Required action:
Among the records below, find each line containing the word "side" and copy it.

Information provided:
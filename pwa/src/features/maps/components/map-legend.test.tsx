import { fireEvent, render, screen } from '@testing-library/react';
import { describe, expect, it, vi } from 'vitest';
import { PHASE_PALETTE, phaseColor, textOn } from '../../../lib/phase-colors.js';
import { MapLegend } from './map-legend.js';

const entries = [
  { labelId: 'density-wave', name: 'density-wave', color: phaseColor('density-wave', ['density-wave', 'superfluid']), count: 4 },
  { labelId: 'superfluid', name: 'SF (ours)', color: '#0072b2', count: 9 },
];

describe('MapLegend', () => {
  it('lists labels with their counts; a renamed label also shows its original id', () => {
    render(<MapLegend entries={entries} onRename={() => {}} onRecolor={() => {}} />);
    expect(screen.getAllByTestId('legend-name').map((n) => n.textContent)).toEqual(['density-wave', 'SF (ours)']);
    expect(screen.getByText('(superfluid)')).toBeTruthy();
    expect(screen.getByText('9 points')).toBeTruthy();
  });

  it('rename: the new name is handed on with the label id', () => {
    const onRename = vi.fn();
    render(<MapLegend entries={entries} onRename={onRename} onRecolor={() => {}} />);
    fireEvent.click(screen.getByRole('button', { name: 'Rename density-wave' }));
    fireEvent.change(screen.getByRole('textbox', { name: 'New name for density-wave' }), { target: { value: 'charge density wave' } });
    fireEvent.click(screen.getByRole('button', { name: 'Save' }));
    expect(onRename).toHaveBeenCalledWith('density-wave', 'charge density wave');
  });

  it('recolour: picks from the colour-blind-safe palette', () => {
    const onRecolor = vi.fn();
    render(<MapLegend entries={entries} onRename={() => {}} onRecolor={onRecolor} />);
    fireEvent.click(screen.getByRole('button', { name: 'Change the colour of SF (ours)' }));
    fireEvent.click(screen.getByRole('button', { name: 'vermillion' }));
    expect(onRecolor).toHaveBeenCalledWith('superfluid', '#d55e00');
  });

  it('palette: first colours in order, overrides win, unknown labels grey; readable text colour', () => {
    expect(phaseColor('a', ['a', 'b'])).toBe(PHASE_PALETTE[0].hex);
    expect(phaseColor('b', ['a', 'b'])).toBe(PHASE_PALETTE[1].hex);
    expect(phaseColor('b', ['a', 'b'], { b: '#123456' })).toBe('#123456');
    expect(phaseColor(undefined, ['a'])).toBe('#bdb6a6');
    // WCAG: white on Okabe–Ito blue (#0072b2) reads better than ink; ink on yellow (#f0e442).
    expect(textOn('#0072b2')).toBe('#ffffff');
    expect(textOn('#f0e442')).toBe('#141a2e');
  });
});
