// The group side in the browser, against the real server and MariaDB:
//   1. An owner creates a project and invites a collaborator by e-mail from the members page; a
//      site admin opens the captured message on the admin Mail page; the invitee follows its
//      link, registers and sees the project; the owner sees the new member and changes the role.
//   3. Compare: an ED cut and a mean-field cut of one model, side by side, difference map, overlay.
//   2. The offline journey: the editor goes offline, creates a model and runs a sweep in the
//      shared project, reloads while still offline (app and map are there), comes back online and
//      the map syncs; another member pulls it and sees the same identity, point count and digest.
//   4. Conflict journey (see the test).
//   5. A new version while a change is being pushed: the browser reaches the server through a small
//      proxy of the test that can "deploy" a new service worker (a byte-different sw.js) and hold
//      pushes; the update prompt says a sync runs, "Reload when synced" waits for the push, then the
//      page reloads on the new version and nothing waits any more.
// Every step a person does happens in the page. The site admin who reads the captured mail is the
// demo admin of the seed.
import assert from 'node:assert/strict';
import { randomBytes } from 'node:crypto';
import http from 'node:http';
import { launchFreshContext } from './browser.mjs';

const PASSWORD = 'quartz-lantern-8128';
const run = randomBytes(3).toString('hex');
const address = (who) => `${who}.${run}@example.org`;

/** Accounts made by earlier tests of this run (registrations are rate-limited per address). */
const accounts = {};
/** The project of the first test (owner: 'owner'; 'invitee' is a member), reused by later ones. */
const shared = { projectId: null, projectName: null, mapUrl: null };

/** @param {import('playwright-core').Page} page */
async function register(page, baseUrl, who, displayName) {
  await page.goto(`${baseUrl}/register`);
  await page.locator('[data-path="email"]').fill(address(who));
  await page.locator('[data-path="displayName"]').fill(displayName);
  await page.locator('[data-path="password"]').fill(PASSWORD);
  await page.getByRole('button', { name: 'Create the account' }).click();
  await page.getByTestId('signed-in-user').filter({ hasText: displayName }).waitFor();
  accounts[who] = { email: address(who), displayName };
}

/** @param {import('playwright-core').Page} page */
async function signIn(page, baseUrl, who) {
  await page.goto(`${baseUrl}/sign-in`);
  await page.locator('[data-path="email"]').fill(accounts[who].email);
  await page.locator('[data-path="password"]').fill(PASSWORD);
  await page.getByRole('button', { name: 'Sign in' }).click();
  await page.getByTestId('signed-in-user').filter({ hasText: accounts[who].displayName }).waitFor();
}

/** The demo site admin (db/seeders/0001-demo-accounts.mjs). */
const DEMO_ADMIN = { email: 'ada.quill@example.org', password: 'admin-lantern-4821', displayName: 'Ada Quill' };
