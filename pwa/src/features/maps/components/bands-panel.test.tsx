import type { ModelSpec } from '@phasewright/physics-core';
import { render, screen } from '@testing-library/react';
import { describe, expect, it } from 'vitest';
import { computeBands } from '../lib/bands.js';
import { BandsPanel } from './bands-panel.js';

/**
 * Haldane's honeycomb model (F. D. M. Haldane, Phys. Rev. Lett. 61, 2015 (1988)) as a model spec:
 * nearest-neighbour hop t1, second-neighbour hop t2·e^{i·turn·φ} written as a conditional hop
 * through the common neighbour (one particle always finds it empty), sublattice offset ±M, and an
 * interaction that a single particle never feels. Haldane's phase diagram: the two bands carry
 * Chern numbers ±1 for |M| < 3√3 |t2 sin φ| and 0 beyond.
 */
const haldane: ModelSpec = {
  spec: 'phasewright.model/1',
  lattice: { kind: 'honeycomb', size: [3, 3], boundary: ['periodic', 'periodic'] },
  particles: { kind: 'hardcore', filling: 0.5 },
  parameters: { t1: 1, t2: 0.1, phi: 'pi/2', M: 0, V: 1 },
  terms: [
    { kind: 'hop', neighbors: 1, amplitude: 't1' },
    { kind: 'conditional-hop', neighbors: 2, via: 'common-neighbor', when: 'empty', amplitude: 't2', phase: 'turn*phi' },
    { kind: 'onsite', amplitude: 'M*(1-2*sublattice)' },
    { kind: 'interaction', neighbors: 1, amplitude: 'V' },
  ],
};

/** physics-core's example "honeycomb, one particle: nearest hops and conditional second-neighbour hops". */
const honeycombExample = Object.values(import.meta.glob('../../../../../physics-core/examples/honeycomb-conditional-nnn.json', { eager: true, import: 'default' }))[0] as ModelSpec;

/** In-thread (the app runs the same function in its bands worker); a 12-mesh keeps the test quick — integers on any mesh. */
const MESH = 12;
const here = (model: ModelSpec, parameters: Record<string, number>) => Promise.resolve(computeBands(model, parameters, MESH));

async function renderPanel(model: ModelSpec, parameters: Record<string, number>) {
  render(<BandsPanel model={model} parameters={parameters} compute={here} />);
  await screen.findByTestId('band-structure');
  return screen.getByTestId('bands-panel');
}

const cherns = () => Array.from(screen.getByTestId('chern-numbers').querySelectorAll('li')).map((li) => Number(li.getAttribute('data-chern')));

describe('BandsPanel (one-particle bands of the point model)', { timeout: 20_000 }, () => {
  it('Haldane model, M = 0, φ = π/2: two band lines, Chern numbers ±1 summing to 0, the grid caveat, the dropped interaction', async () => {
    const panel = await renderPanel(haldane, { phi: Math.PI / 2, M: 0 });
    expect(panel.querySelectorAll('[data-testid="band-line"]')).toHaveLength(2);
    const c = cherns();
    expect(c).toHaveLength(2);
    expect(c.map(Math.abs)).toEqual([1, 1]);
    expect(c[0] + c[1]).toBe(0); // a lattice model's Chern numbers sum to zero (invariant)
    expect(screen.getByTestId('chern-caveat').textContent).toMatch(/12×12 k-grid.*a gap closing makes it ill-defined/);
    expect(screen.getByTestId('bands-warnings').textContent).toMatch(/interaction/);
    expect(screen.getByRole('heading', { name: /One-particle bands of this model \(N = 1\), not of the many-body state/ })).toBeTruthy();
    // Curvature heatmap: one cell per mesh plaquette, plus the cell outline.
    expect(screen.getByTestId('berry-curvature').querySelectorAll('polygon')).toHaveLength(MESH * MESH + 1);
  });

  it('the honeycomb example (conditional second-neighbour hops, phase turn·θ): two bands, Chern ±1 at θ = π/2 — the Haldane-type check (Haldane, Phys. Rev. Lett. 1988)', async () => {
    expect(honeycombExample.lattice.kind).toBe('honeycomb');
    const panel = await renderPanel(honeycombExample, {});
    expect(panel.querySelectorAll('[data-testid="band-line"]')).toHaveLength(2);
    expect(cherns().map(Math.abs)).toEqual([1, 1]);
    expect(screen.queryByTestId('bands-warnings')).toBeNull(); // nothing dropped: no interactions in this example
    // t2 = 0 is graphene: the bands touch at K and K′ (on any mesh divisible by 3), one group with C = 0.
    const graphene = computeBands(honeycombExample, { t2: 0 }, MESH);
    expect(graphene.chern?.groups).toHaveLength(1);
    expect(graphene.chern?.groups[0]).toMatchObject({ bands: [0, 1], chern: 0 });
  });

  it('time reversal φ → −φ flips the lowest Chern number; M beyond 3√3 t2 |sin φ| makes it 0 (Haldane 1988)', async () => {
    const c = computeBands(haldane, { phi: Math.PI / 2, M: 0 }, MESH).chern?.groups.map((g) => g.chern);
    const reversed = computeBands(haldane, { phi: -Math.PI / 2, M: 0 }, MESH).chern?.groups.map((g) => g.chern);
    expect(reversed).toEqual(c?.map((x) => -x));
    const boundary = 3 * Math.sqrt(3) * 0.1;
    await renderPanel(haldane, { phi: Math.PI / 2, M: 1.3 * boundary });
    expect(cherns()).toEqual([0, 0]);
  });

  it('the Berry curvature integrates to 2π C over the reciprocal cell (FHS field strengths sum exactly)', () => {
    const v = computeBands(haldane, { phi: 1.0, M: 0.1 }, MESH);
    const cv = v.curvature;
    expect(cv).not.toBeNull();
    if (!cv) return;
    const [g1, g2] = cv.reciprocal;
    const cellArea = Math.abs(g1[0] * g2[1] - g1[1] * g2[0]) / cv.mesh ** 2;
    const flux = cv.values.reduce((s, x) => s + x * cellArea, 0);
    expect(flux / (2 * Math.PI)).toBeCloseTo(v.chern?.groups[0].chern ?? NaN, 9);
  });

  it('a chain: one band −2J cos k, no Chern number (one dimension)', async () => {
    const chain: ModelSpec = {
      spec: 'phasewright.model/1',
      lattice: { kind: 'chain', size: [8], boundary: ['periodic'] },
      particles: { kind: 'hardcore', filling: 0.5 },
      parameters: { J: 1 },
      terms: [{ kind: 'hop', neighbors: 1, amplitude: '-J' }],
    };
    const panel = await renderPanel(chain, { J: 0.5 });
    expect(panel.querySelectorAll('[data-testid="band-line"]')).toHaveLength(1);
    expect(screen.queryByTestId('chern-numbers')).toBeNull();
    expect(screen.getByText(/One-dimensional lattice: no Berry curvature and no Chern number/)).toBeTruthy();
    const v = computeBands(chain, { J: 0.5 });
    // Tight-binding chain, textbook: ε(k) = −2J cos k, from −2J at Γ to +2J at X = π.
    expect(v.path.energies[0][0]).toBeCloseTo(-1, 12);
    expect(v.path.energies[0].at(-1)).toBeCloseTo(1, 12);
  });

  it('a failed computation is shown with its reason', async () => {
    render(<BandsPanel model={haldane} parameters={{}} compute={() => Promise.reject(new Error('$.lattice: something is wrong'))} />);
    expect((await screen.findByRole('alert')).textContent).toMatch(/No one-particle bands for this model: \$\.lattice: something is wrong/);
  });
});
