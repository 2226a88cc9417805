// The status page reads GET /api/health from the server under test (which has a real DB).
import assert from 'node:assert/strict';

export const tests = [
  {
    name: 'the status page shows the database up, with server and core versions',
    async run({ baseUrl, page, screenshot }) {
      const health = page.waitForResponse((response) => response.url().endsWith('/api/health'));
      await page.goto(`${baseUrl}/status`);
      const response = await health;
      assert.equal(response.status(), 200, 'GET /api/health answers 200');
      const body = await response.json();
      assert.equal(body.database.status, 'up', `the server reports its database up (${JSON.stringify(body.database)})`);

      const database = page.locator('[data-health="database"]');
      await database.waitFor({ state: 'visible' });
      assert.equal(await database.getAttribute('data-state'), 'up');
      await database.getByText('Database is up').waitFor();
      const latency = await database.getByText(/ms$/).textContent();
      assert.match(latency ?? '', /^(< 1|\d+) ms$/, 'round-trip time shown in ms');

      const server = page.locator('[data-health="server"]');
      await server.getByText(body.server.version, { exact: true }).waitFor();
      const core = page.locator('[data-health="core"]');
      await core.getByText(body.core.version, { exact: true }).first().waitFor();
      await screenshot('status');
    },
  },
  {
    name: 'the status page says so clearly when the server cannot be reached',
    async run({ baseUrl, page, screenshot }) {
      await page.route('**/api/health', (route) => route.abort('connectionrefused'));
      await page.goto(`${baseUrl}/status`);
      const notice = page.locator('[data-health="connection"][data-state="unreachable"]');
      await notice.waitFor({ state: 'visible' });
      await notice.getByText('Sync server unreachable').waitFor();
      assert.equal(await page.locator('[data-health="database"]').count(), 0, 'no database card without a report');
      await screenshot('status-unreachable');
    },
  },
];
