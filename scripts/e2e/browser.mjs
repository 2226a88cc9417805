// Launches Debian's Chromium through playwright-core with the flags that work on a closed
// network (see the stack notes). Shared by the e2e runner and pwa/scripts/make-icons.mjs.
import { existsSync } from 'node:fs';
import { mkdtemp, rm } from 'node:fs/promises';
import { tmpdir } from 'node:os';
import { join } from 'node:path';
import { chromium } from 'playwright-core';

export const CHROMIUM_PATH = process.env.PW_CHROMIUM ?? '/usr/bin/chromium';

export const CHROMIUM_ARGS = [
  '--no-sandbox',
  '--disable-gpu',
  '--disable-quic',
  '--no-first-run',
  '--disable-background-networking',
  '--disable-component-update',
  '--disable-sync',
];

/**
 * A fresh headless Chromium profile in a temporary folder. `close()` shuts the browser and
 * removes the profile. Throws one clear line when the browser is missing.
 * @param {import('playwright-core').BrowserContextOptions} [options]
 */
export async function launchFreshContext(options = {}) {
  if (!existsSync(CHROMIUM_PATH)) {
    throw new Error(
      `Chromium not found at ${CHROMIUM_PATH}: install it with "apt-get install -y chromium" (or set PW_CHROMIUM).`,
    );
  }
  const profileDir = await mkdtemp(join(tmpdir(), 'phasewright-chromium-'));
  const context = await chromium.launchPersistentContext(profileDir, {
    executablePath: CHROMIUM_PATH,
    headless: true,
    args: CHROMIUM_ARGS,
    viewport: { width: 1280, height: 860 },
    ...options,
  });
  return {
    context,
    async close() {
      await context.close().catch(() => {});
      await rm(profileDir, { recursive: true, force: true });
    },
  };
}
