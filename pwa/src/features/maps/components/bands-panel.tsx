/**
 * The one-particle picture of a point's model (N = 1): band energies along the high-symmetry
 * path, the Berry curvature of the lowest band group over one reciprocal cell, and the Chern
 * numbers with the limits of the lattice method stated. Sweeps solve the many-body problem (ED,
 * mean-field); these bands are of the same Hamiltonian with a single particle, where
 * interactions and `when: 'occupied'` hops drop out — said in the panel, not hidden.
 */
import type { ModelSpec } from '@phasewright/physics-core';
import { AxisBottom, AxisLeft } from '@visx/axis';
import { Group } from '@visx/group';
import { scaleLinear } from '@visx/scale';
import { LinePath } from '@visx/shape';
import { forwardRef, useEffect, useRef, useState } from 'react';
import { Button } from '../../../components/ui/button.js';
import { bandNames, signed, SMALL_GAP, type BandsView } from '../lib/bands.js';
import { exportPng, exportSvg } from '../lib/export-figure.js';
import { diverging, PLOT } from '../lib/plot-colors.js';
import type { BandsComputer } from '../workers/bands-client.js';

const FONT = 'Manrope, sans-serif';
const tickLabel = { fontSize: 10, fill: PLOT.ink, fontFamily: FONT };
const axisLabel = { fontSize: 12, fill: PLOT.ink, textAnchor: 'middle' as const, fontFamily: FONT };

/** Band lines: the lowest group (whose curvature is drawn) in the accent, the others in ink. */
export const BandStructurePlot = forwardRef<SVGSVGElement, { view: BandsView; title: string; width?: number }>(function BandStructurePlot({ view, title, width = 620 }, ref) {
  const height = 300;
  const m = { top: 28, right: 14, bottom: 30, left: 56 };
  const iw = width - m.left - m.right;
  const ih = height - m.top - m.bottom;
  const d = view.path.distance;
  const all = view.path.energies.flat();
  const lo = Math.min(...all);
  const hi = Math.max(...all);
  const pad = (hi - lo || Math.abs(hi) || 1) * 0.06;
  const x = scaleLinear<number>({ domain: [0, d[d.length - 1] || 1], range: [0, iw] });
  const y = scaleLinear<number>({ domain: [lo - pad, hi + pad], range: [ih, 0], nice: true });
  const lowest = new Set(view.chern?.groups[0]?.bands ?? [0]);
  return (
    <svg ref={ref} viewBox={`0 0 ${width} ${height}`} width="100%" role="img" aria-label={title} data-testid="band-structure" data-ink-aware="" className="block">
      <title>{title}</title>
      <text x={m.left} y={17} fontSize={13} fontWeight={600} fill={PLOT.ink}>
        {title}
      </text>
      <Group left={m.left} top={m.top}>
        {view.path.labels.map((l) => (
          <line key={`${l.label}${l.index}`} x1={x(d[l.index])} x2={x(d[l.index])} y1={0} y2={ih} stroke={PLOT.ink} strokeOpacity={0.18} />
        ))}
        {view.path.energies.map((band, b) => (
          <LinePath
            key={b}
            data={band}
            x={(_, i) => x(d[i]) ?? 0}
            y={(e) => y(e) ?? 0}
            stroke={lowest.has(b) ? PLOT.accent : PLOT.ink}
            strokeWidth={lowest.has(b) ? 2 : 1.5}
            data-testid="band-line"
            data-band={b}
          />
        ))}
        <AxisBottom top={ih} scale={x} tickValues={view.path.labels.map((l) => d[l.index])} tickFormat={(v) => view.path.labels.find((l) => Math.abs(d[l.index] - Number(v)) < 1e-12)?.label ?? ''} stroke={PLOT.ink} tickStroke={PLOT.ink} tickLabelProps={{ ...tickLabel, fontSize: 12 }} />
        <AxisLeft scale={y} numTicks={5} stroke={PLOT.ink} tickStroke={PLOT.ink} label="E (one particle)" labelOffset={38} labelProps={axisLabel} tickLabelProps={tickLabel} />
      </Group>
    </svg>
  );
});

/** Ω(k) of the lowest band group on the mesh plaquettes, drawn as parallelograms in Cartesian k. */
export const BerryCurvatureMap = forwardRef<SVGSVGElement, { curvature: NonNullable<BandsView['curvature']>; title: string }>(function BerryCurvatureMap({ curvature, title }, ref) {
  const { mesh: N, values, reciprocal: [g1, g2] } = curvature;
  const size = 240;
  const top = 24;
  const pad = 8;
  const kAt = (i: number, j: number): [number, number] => [(i / N) * g1[0] + (j / N) * g2[0], (i / N) * g1[1] + (j / N) * g2[1]];
  const corners = [kAt(0, 0), kAt(N, 0), kAt(N, N), kAt(0, N)];
  const minX = Math.min(...corners.map((c) => c[0]));
  const maxX = Math.max(...corners.map((c) => c[0]));
  const minY = Math.min(...corners.map((c) => c[1]));
  const maxY = Math.max(...corners.map((c) => c[1]));
  const s = Math.min((size - 2 * pad) / (maxX - minX || 1), (size - 2 * pad) / (maxY - minY || 1));
  const ox = (size - s * (maxX - minX)) / 2;
  const oy = (size - s * (maxY - minY)) / 2;
  const P = ([kx, ky]: [number, number]) => `${(ox + s * (kx - minX)).toFixed(2)},${(top + size - oy - s * (ky - minY)).toFixed(2)}`;
  const max = Math.max(...values.map(Math.abs));
  const [gx, gy] = P([0, 0]).split(',').map(Number);
  return (
    <svg ref={ref} viewBox={`0 0 ${size} ${size + top}`} width={size} role="img" aria-label={title} data-testid="berry-curvature" data-ink-aware="" className="block max-w-full">
      <title>{title}</title>
      <text x={4} y={15} fontSize={12} fontWeight={600} fill={PLOT.ink}>
        {title}
      </text>
      {values.map((v, idx) => {
        const i = Math.floor(idx / N);
        const j = idx % N;
        return (
          <polygon key={idx} points={[kAt(i, j), kAt(i + 1, j), kAt(i + 1, j + 1), kAt(i, j + 1)].map(P).join(' ')} {...diverging(v, max, 0.9)} shapeRendering="crispEdges">
            <title>{`Ω = ${v.toPrecision(4)}`}</title>
          </polygon>
        );
      })}
      <polygon points={corners.map(P).join(' ')} fill="none" stroke={PLOT.ink} strokeOpacity={0.5} />
      <circle cx={gx} cy={gy} r={2.5} fill={PLOT.ink} />
      <text x={gx + 4} y={gy - 4} fontSize={11} fill={PLOT.ink} fontFamily={FONT}>
        Γ
      </text>
    </svg>
  );
});

function ChernList({ view }: { view: BandsView }) {
  const chern = view.chern;
  if (!chern) return <p className="text-sm text-ink-700">One-dimensional lattice: no Berry curvature and no Chern number.</p>;
  const closing = chern.groups.filter((g) => g.directGapAbove !== null && g.directGapAbove < SMALL_GAP);
  return (
    <div className="space-y-1 text-sm">
      <p className="font-semibold text-ink-800">Chern numbers</p>
      <ul className="space-y-0.5" data-testid="chern-numbers">
        {chern.groups.map((g) => (
          <li key={g.bands.join('-')} data-chern={g.chern} data-bands={g.bands.join(' ')}>
            {bandNames(g.bands)}
            {g.bands.length > 1 ? ' (touching)' : ''}: <span className="font-semibold">C = {signed(g.chern)}</span>
            {g.directGapAbove !== null ? <span className="text-ink-600"> · gap above ≥ {g.directGapAbove.toPrecision(3)}</span> : null}
          </li>
        ))}
      </ul>
      <p className="text-xs text-ink-600" data-testid="chern-caveat">
        Computed on a {chern.mesh}×{chern.mesh} k-grid (Fukui–Hatsugai–Suzuki lattice method); a gap closing makes it ill-defined. Sign: C = (1/2π)∫Ω d²k with Ω = ∂ₓA_y − ∂_yA_x, A = i⟨u|∇u⟩. Sum over bands: {signed(chern.total)}.
      </p>
      {closing.length ? (
        <p className="text-xs font-semibold text-amber-900" role="note">
          The gap above {closing.map((g) => bandNames(g.bands)).join(', ')} nearly closes on the grid (below {SMALL_GAP}): the Chern numbers there are not to be trusted.
        </p>
      ) : null}
    </div>
  );
}

interface Props {
  model: ModelSpec;
  parameters: Record<string, number>;
  compute: BandsComputer;
  /** Start of exported file names. */
  fileBase?: string;
}

/** Computes (through `compute`, a worker in the app) and draws the one-particle bands of `model` at `parameters`. */
export function BandsPanel({ model, parameters, compute, fileBase = 'point' }: Props) {
  const [state, setState] = useState<{ for: string; view?: BandsView; error?: string } | null>(null);
  const bandsSvg = useRef<SVGSVGElement>(null);
  const curvatureSvg = useRef<SVGSVGElement>(null);
  const key = JSON.stringify(parameters);
  useEffect(() => {
    let stale = false;
    compute(model, parameters).then(
      (view) => !stale && setState({ for: key, view }),
      (e: unknown) => !stale && setState({ for: key, error: e instanceof Error ? e.message : String(e) }),
    );
    return () => {
      stale = true;
    };
    // `key` stands for `parameters` (a fresh object on every render of the map).
    // eslint-disable-next-line react-hooks/exhaustive-deps
  }, [model, key, compute]);
  const current = state?.for === key ? state : null;
  const view = current?.view;
  return (
    <section className="space-y-2 border-t border-line pt-3" aria-label="One-particle bands" data-testid="bands-panel" data-state={view ? 'done' : current?.error ? 'error' : 'computing'} data-ms={view ? view.ms.toFixed(0) : undefined}>
      <h3 className="text-sm font-bold text-ink-900">One-particle bands of this model (N = 1), not of the many-body state</h3>
      <p className="text-xs text-ink-600">
        The same Hamiltonian at this point's parameters with a single particle in the unit cell's Bloch picture: the many-body ground state above need not resemble any of these bands.
      </p>
      {current?.error ? (
        <p className="text-sm text-red-800" role="alert">
          No one-particle bands for this model: {current.error}
        </p>
      ) : !view ? (
        <p className="text-sm text-ink-600" role="status">
          Computing the one-particle bands in a worker…
        </p>
      ) : (
        <>
          {view.warnings.length ? (
            <ul className="list-disc pl-5 text-xs text-amber-900" data-testid="bands-warnings">
              {view.warnings.map((w) => (
                <li key={w}>{w}</li>
              ))}
            </ul>
          ) : null}
          <div className="grid gap-3 md:grid-cols-[minmax(0,1fr)_15rem]">
            <div className="space-y-1">
              <BandStructurePlot ref={bandsSvg} view={view} title={`${view.nBands} band${view.nBands === 1 ? '' : 's'} along ${view.path.labels.map((l) => l.label).join('–')}`} />
              <div className="flex flex-wrap gap-2">
                <Button variant="secondary" onClick={() => bandsSvg.current && exportSvg(bandsSvg.current, `${fileBase}-bands.svg`)}>
                  Export bands SVG
                </Button>
                <Button variant="secondary" onClick={() => bandsSvg.current && void exportPng(bandsSvg.current, `${fileBase}-bands.png`)}>
                  Export bands PNG
                </Button>
              </div>
            </div>
            <div className="space-y-2">
              {view.curvature ? (
                <div>
                  <BerryCurvatureMap ref={curvatureSvg} curvature={view.curvature} title={`Berry curvature Ω of ${bandNames(view.curvature.bands)}`} />
                  <p className="text-xs text-ink-600">
                    Over one reciprocal cell k = s₁G₁ + s₂G₂ (0 ≤ s &lt; 1). Blue Ω &lt; 0, vermillion Ω &gt; 0; |Ω| up to {Math.max(...view.curvature.values.map(Math.abs)).toPrecision(3)}.
                  </p>
                  <Button variant="ghost" className="mt-1 px-2 py-1 text-xs" onClick={() => curvatureSvg.current && exportSvg(curvatureSvg.current, `${fileBase}-berry-curvature.svg`)}>
                    Export curvature SVG
                  </Button>
                </div>
              ) : null}
              <ChernList view={view} />
            </div>
          </div>
        </>
      )}
    </section>
  );
}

Solution for this problem:
// The group side in the browser, against the real server and MariaDB:
//   3. Compare: an ED cut and a mean-field cut of one model, side by side, difference map, overlay.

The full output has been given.